Telegram had removed several scam marketplaces linked to Huione Guarantee and Xinbi Guarantee from its platform following a May US crackdown. Still, the groups behind them appear to have found alternative hosts for their operations.
The banned platforms had facilitated over $35 billion in USDT-denominated transactions, according to a July report from blockchain intelligence firm TRM Labs. After the takedown, the illicit ecosystem reportedly restructured and resumed through Telegram-based affiliated service Tudou Guarantee.
The initial enforcement wave began on May 13, when the US Department of the Treasury’s Financial Crimes Enforcement Network (FinCEN) issued a proposed rule under Section 311 of the USA PATRIOT Act. The rule formally designated the Huione Group, a conglomerate operating out of Cambodia, as a financial institution for money laundering.
FinCEN cited the laundering of more than $4 billion in criminal proceeds derived from cyber fraud, pig-butchering scams, and digital asset thefts between August 2021 and January 2025.
Huione Guarantee, the Group’s flagship marketplace, is a Chinese-language escrow and money-laundering platform that allegedly supports online scam syndicates and cybercriminal networks.
Telegram responded by banning channels linked to Huione Guarantee, Xinbi Guarantee, and other associated platforms following the findings of an investigation by blockchain analytics firm Elliptic.
The Elliptic report mentioned how the forums were used to sell scam tools, stolen identity data, and handle fraudulent transactions while providing escrow protections.
In its Wednesday insight, TRM Labs reported that Huione-connected vendors migrated to Tudou Guarantee, another Telegram-based marketplace in which Huione Group already held an ownership stake.
Telegram’s bans caused Huione Pay, a digital payment platform linked to the same group, to experience a 50% jump in transaction volume.
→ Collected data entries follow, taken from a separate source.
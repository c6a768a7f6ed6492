import { readFileSync } from 'node:fs';
import { SAFETY_NOTICE } from './notice.js';

/** The package's own version, read from the nearest package.json above this module (source tree or dist/). */
function packageVersion(): string {
  for (const up of ['../package.json', '../../package.json']) {
    try {
      const p = JSON.parse(readFileSync(new URL(up, import.meta.url), 'utf8')) as { name?: string; version?: string };
      if (p.name === 'branchwise' && typeof p.version === 'string') return p.version;
    } catch {
      // not at this level
    }
  }
  return '0.0.0';
}

export const PACKAGE_VERSION = packageVersion();

/** The document-level part of the OpenAPI 3.1 description. */
export const openapiInfo = {
  openapi: '3.1.0',
  info: {
    title: 'branchwise',
    version: PACKAGE_VERSION,
    description: `Molecular constants from vibration–rotation and pure-rotation line lists of diatomic gases. ${SAFETY_NOTICE}`,
    license: { name: 'MIT', identifier: 'MIT' },
  },
  servers: [{ url: '/', description: 'this service (npm start listens on http://127.0.0.1:8080 by default)' }],
  tags: [
    { name: 'fits', description: 'Fit line lists to molecular constants' },
    { name: 'checks', description: 'QA verdicts and line predictions' },
    { name: 'spectra', description: 'Spectra to peak lists' },
    { name: 'batch', description: 'Archives as NDJSON streams' },
    { name: 'species', description: 'The reference library' },
  ],
};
TRM Labs concluded that the increase was directly tied to vendors transitioning to Tudou Guarantee. These vendors use Huione Pay to store and move funds despite public enforcement actions.
Huione Guarantee’s daily incoming transaction volumes, which had peaked at $60 million earlier in 2024, dropped to $30 million after the crackdown. But even after the bans, volumes briefly rebounded to $40 million before settling back to the $30 million level.
The insight also revealed that on May 25, 2025, Huione Group acquired a new Telegram ID and a channel using a new Chinese name, but it has retained the original “hw” initials from its HaoWang branding, and its automated bot retained the HaoWang name.
Meanwhile, Elliptic identified a spike in activity in more than 30 new or lesser-known guarantee platforms, many of which continue to operate openly to fill the void left by Telegram’s crackdown on the larger players.
The US government went fully on the offensive later in May, when the Office of Foreign Assets Control (OFAC) issued targeted sanctions against Funnull Technology, a company linked to Huione Group, and two digital wallets tied to pig-butchering fraud operations.
Funnull Technology Inc. supported cybercriminal networks by acquiring large volumes of IP addresses from cloud service providers, which were then resold to operators running fraudulent investment platforms.
The infrastructure enabled scammers to host fake websites that imitated legitimate investment services, tricking victims into committing funds to schemes that did not exist. These scams have collectively caused over $200 million in victim losses, according to the Treasury.
Still, the enforcement actions and Telegram bans have not fully shut down Huione’s broader ecosystem. The Cambodia-based Huione Pay is operational and is the preferred payment processor for crypto-linked scams.